■ Exercise details:
Look through the lines below, find those with the word "namespace", and copy them.

====== Data under study

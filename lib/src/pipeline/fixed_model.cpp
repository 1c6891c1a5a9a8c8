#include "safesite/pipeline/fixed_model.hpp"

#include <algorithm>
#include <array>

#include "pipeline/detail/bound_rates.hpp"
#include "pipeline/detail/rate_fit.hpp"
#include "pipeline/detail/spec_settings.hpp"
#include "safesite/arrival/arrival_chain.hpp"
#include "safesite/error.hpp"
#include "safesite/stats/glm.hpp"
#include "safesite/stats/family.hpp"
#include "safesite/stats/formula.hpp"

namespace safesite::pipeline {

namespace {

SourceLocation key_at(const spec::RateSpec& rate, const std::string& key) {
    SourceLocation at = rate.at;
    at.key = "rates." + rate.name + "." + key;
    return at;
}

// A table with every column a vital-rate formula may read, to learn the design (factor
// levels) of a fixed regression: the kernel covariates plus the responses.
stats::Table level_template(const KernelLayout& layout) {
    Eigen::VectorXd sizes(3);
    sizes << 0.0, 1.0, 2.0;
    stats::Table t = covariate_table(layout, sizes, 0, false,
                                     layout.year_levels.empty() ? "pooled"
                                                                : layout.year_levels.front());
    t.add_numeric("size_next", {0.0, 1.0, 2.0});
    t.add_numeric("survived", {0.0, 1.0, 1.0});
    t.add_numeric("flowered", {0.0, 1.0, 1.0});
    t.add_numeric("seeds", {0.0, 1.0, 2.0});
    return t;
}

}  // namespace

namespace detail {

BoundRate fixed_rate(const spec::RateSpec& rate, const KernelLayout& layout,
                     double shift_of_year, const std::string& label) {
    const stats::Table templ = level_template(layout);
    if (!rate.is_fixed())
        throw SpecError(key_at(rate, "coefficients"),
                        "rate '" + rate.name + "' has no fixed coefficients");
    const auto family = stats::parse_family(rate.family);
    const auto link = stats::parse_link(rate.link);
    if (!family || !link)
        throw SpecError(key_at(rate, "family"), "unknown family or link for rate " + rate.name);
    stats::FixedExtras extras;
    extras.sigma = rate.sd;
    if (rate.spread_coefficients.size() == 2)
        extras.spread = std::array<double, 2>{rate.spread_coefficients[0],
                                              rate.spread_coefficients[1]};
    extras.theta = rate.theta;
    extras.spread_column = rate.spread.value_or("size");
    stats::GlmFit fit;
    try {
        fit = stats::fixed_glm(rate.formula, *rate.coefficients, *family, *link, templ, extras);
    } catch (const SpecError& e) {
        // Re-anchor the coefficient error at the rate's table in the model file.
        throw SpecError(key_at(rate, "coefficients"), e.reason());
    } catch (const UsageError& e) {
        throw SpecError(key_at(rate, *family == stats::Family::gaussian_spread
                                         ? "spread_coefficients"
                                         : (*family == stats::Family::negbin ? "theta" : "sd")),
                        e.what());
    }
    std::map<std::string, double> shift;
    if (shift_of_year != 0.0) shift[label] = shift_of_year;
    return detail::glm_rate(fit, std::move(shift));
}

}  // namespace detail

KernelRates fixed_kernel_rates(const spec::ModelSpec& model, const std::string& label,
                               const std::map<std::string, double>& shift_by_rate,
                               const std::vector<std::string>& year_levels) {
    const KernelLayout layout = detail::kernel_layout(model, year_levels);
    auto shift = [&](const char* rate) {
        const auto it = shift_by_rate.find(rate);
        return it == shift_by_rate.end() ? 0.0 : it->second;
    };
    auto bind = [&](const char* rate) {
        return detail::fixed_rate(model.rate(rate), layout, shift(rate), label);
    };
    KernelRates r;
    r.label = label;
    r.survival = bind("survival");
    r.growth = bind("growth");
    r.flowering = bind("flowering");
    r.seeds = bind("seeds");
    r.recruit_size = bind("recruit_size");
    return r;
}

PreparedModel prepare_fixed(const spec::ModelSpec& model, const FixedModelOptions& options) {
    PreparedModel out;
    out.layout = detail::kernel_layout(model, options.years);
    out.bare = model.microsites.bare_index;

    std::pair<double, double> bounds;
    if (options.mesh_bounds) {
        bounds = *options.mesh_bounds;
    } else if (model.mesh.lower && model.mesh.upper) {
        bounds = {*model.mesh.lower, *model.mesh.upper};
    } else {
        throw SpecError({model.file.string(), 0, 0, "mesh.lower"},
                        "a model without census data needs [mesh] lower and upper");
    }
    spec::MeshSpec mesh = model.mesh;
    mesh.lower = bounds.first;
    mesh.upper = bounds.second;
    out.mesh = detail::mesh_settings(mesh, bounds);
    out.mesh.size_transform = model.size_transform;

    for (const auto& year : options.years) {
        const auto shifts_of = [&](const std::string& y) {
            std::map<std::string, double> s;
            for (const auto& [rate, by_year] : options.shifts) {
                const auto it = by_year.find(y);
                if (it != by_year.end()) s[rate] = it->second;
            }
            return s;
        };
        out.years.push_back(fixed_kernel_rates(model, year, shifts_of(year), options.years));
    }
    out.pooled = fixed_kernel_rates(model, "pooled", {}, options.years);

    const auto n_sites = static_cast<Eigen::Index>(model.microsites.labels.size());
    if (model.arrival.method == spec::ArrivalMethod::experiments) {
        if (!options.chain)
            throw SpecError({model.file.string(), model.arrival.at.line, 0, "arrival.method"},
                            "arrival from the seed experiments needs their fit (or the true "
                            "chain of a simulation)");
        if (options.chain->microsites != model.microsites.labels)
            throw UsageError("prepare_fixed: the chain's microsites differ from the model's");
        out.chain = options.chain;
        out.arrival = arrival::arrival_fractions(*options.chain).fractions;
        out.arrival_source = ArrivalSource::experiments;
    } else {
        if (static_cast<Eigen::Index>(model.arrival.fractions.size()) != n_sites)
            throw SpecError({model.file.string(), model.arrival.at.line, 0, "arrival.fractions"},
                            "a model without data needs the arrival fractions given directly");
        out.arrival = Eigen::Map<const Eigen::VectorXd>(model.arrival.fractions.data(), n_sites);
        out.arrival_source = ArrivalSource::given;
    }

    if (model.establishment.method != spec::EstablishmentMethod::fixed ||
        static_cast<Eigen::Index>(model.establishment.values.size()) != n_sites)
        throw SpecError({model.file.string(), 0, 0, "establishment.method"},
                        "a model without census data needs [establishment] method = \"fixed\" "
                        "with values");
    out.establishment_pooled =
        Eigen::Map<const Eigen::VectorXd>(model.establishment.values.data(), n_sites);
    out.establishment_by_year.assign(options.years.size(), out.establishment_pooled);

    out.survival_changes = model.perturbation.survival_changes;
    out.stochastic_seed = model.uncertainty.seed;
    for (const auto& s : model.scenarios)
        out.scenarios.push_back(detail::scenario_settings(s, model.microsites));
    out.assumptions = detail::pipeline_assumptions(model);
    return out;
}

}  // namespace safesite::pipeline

============
====== Data under study

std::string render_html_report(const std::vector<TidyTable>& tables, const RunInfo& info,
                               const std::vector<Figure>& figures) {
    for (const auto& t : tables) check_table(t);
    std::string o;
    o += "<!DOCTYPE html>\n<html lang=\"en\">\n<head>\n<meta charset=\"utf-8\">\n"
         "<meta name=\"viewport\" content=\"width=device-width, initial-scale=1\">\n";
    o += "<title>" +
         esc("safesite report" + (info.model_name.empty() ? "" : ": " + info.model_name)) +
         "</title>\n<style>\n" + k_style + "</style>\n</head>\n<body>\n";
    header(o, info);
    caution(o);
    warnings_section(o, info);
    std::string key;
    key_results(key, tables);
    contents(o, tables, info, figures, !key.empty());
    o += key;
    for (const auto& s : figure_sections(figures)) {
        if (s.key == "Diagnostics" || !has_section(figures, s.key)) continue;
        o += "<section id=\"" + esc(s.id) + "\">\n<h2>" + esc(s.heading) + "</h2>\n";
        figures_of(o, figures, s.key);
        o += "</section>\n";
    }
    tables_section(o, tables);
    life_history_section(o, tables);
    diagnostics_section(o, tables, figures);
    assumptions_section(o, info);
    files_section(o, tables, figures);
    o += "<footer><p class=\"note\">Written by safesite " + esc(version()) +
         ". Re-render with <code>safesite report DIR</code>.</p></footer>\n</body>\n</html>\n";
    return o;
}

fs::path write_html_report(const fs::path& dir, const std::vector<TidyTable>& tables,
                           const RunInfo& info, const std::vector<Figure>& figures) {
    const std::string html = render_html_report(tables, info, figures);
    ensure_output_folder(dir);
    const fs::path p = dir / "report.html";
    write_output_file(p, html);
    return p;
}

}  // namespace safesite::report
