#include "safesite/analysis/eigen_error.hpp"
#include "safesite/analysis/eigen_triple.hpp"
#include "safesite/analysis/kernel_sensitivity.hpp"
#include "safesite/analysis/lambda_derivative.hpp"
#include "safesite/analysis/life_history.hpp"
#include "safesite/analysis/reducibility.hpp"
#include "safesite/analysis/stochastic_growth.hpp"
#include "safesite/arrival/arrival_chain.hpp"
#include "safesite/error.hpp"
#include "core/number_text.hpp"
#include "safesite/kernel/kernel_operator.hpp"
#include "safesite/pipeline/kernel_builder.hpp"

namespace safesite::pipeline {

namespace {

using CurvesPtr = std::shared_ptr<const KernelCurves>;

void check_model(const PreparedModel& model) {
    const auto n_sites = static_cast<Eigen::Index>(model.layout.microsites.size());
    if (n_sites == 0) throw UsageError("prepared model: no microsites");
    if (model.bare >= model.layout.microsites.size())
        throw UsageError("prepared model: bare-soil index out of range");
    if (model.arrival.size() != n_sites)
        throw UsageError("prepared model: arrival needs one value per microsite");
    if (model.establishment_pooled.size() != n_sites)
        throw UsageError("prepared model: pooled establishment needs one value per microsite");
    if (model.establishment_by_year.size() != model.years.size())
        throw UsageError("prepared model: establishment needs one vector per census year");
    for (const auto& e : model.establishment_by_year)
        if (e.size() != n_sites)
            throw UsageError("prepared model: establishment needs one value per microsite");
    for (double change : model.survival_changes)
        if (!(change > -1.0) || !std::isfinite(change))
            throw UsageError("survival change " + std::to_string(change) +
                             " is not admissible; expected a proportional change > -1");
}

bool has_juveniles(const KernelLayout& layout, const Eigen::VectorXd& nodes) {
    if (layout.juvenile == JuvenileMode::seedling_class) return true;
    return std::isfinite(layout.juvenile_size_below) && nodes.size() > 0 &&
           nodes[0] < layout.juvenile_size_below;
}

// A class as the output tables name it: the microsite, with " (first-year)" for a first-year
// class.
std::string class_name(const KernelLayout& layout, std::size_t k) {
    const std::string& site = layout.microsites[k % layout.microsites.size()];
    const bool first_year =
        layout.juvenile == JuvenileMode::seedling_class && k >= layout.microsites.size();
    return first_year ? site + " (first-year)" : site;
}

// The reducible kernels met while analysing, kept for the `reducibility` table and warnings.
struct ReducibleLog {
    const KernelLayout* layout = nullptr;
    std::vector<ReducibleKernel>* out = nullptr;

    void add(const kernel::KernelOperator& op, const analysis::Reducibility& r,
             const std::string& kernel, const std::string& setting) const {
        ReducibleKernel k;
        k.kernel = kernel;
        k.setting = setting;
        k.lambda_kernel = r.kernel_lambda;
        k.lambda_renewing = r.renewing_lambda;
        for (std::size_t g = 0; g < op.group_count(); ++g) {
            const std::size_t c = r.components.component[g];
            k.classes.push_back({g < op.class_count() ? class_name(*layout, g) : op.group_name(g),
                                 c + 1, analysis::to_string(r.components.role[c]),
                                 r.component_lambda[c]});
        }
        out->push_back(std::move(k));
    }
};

============

■ Solved problem:
namespace safesite::pipeline {
namespace {
}  // namespace
namespace detail {
}  // namespace detail
}  // namespace safesite::pipeline
}  // namespace safesite::report
namespace safesite::pipeline {
namespace {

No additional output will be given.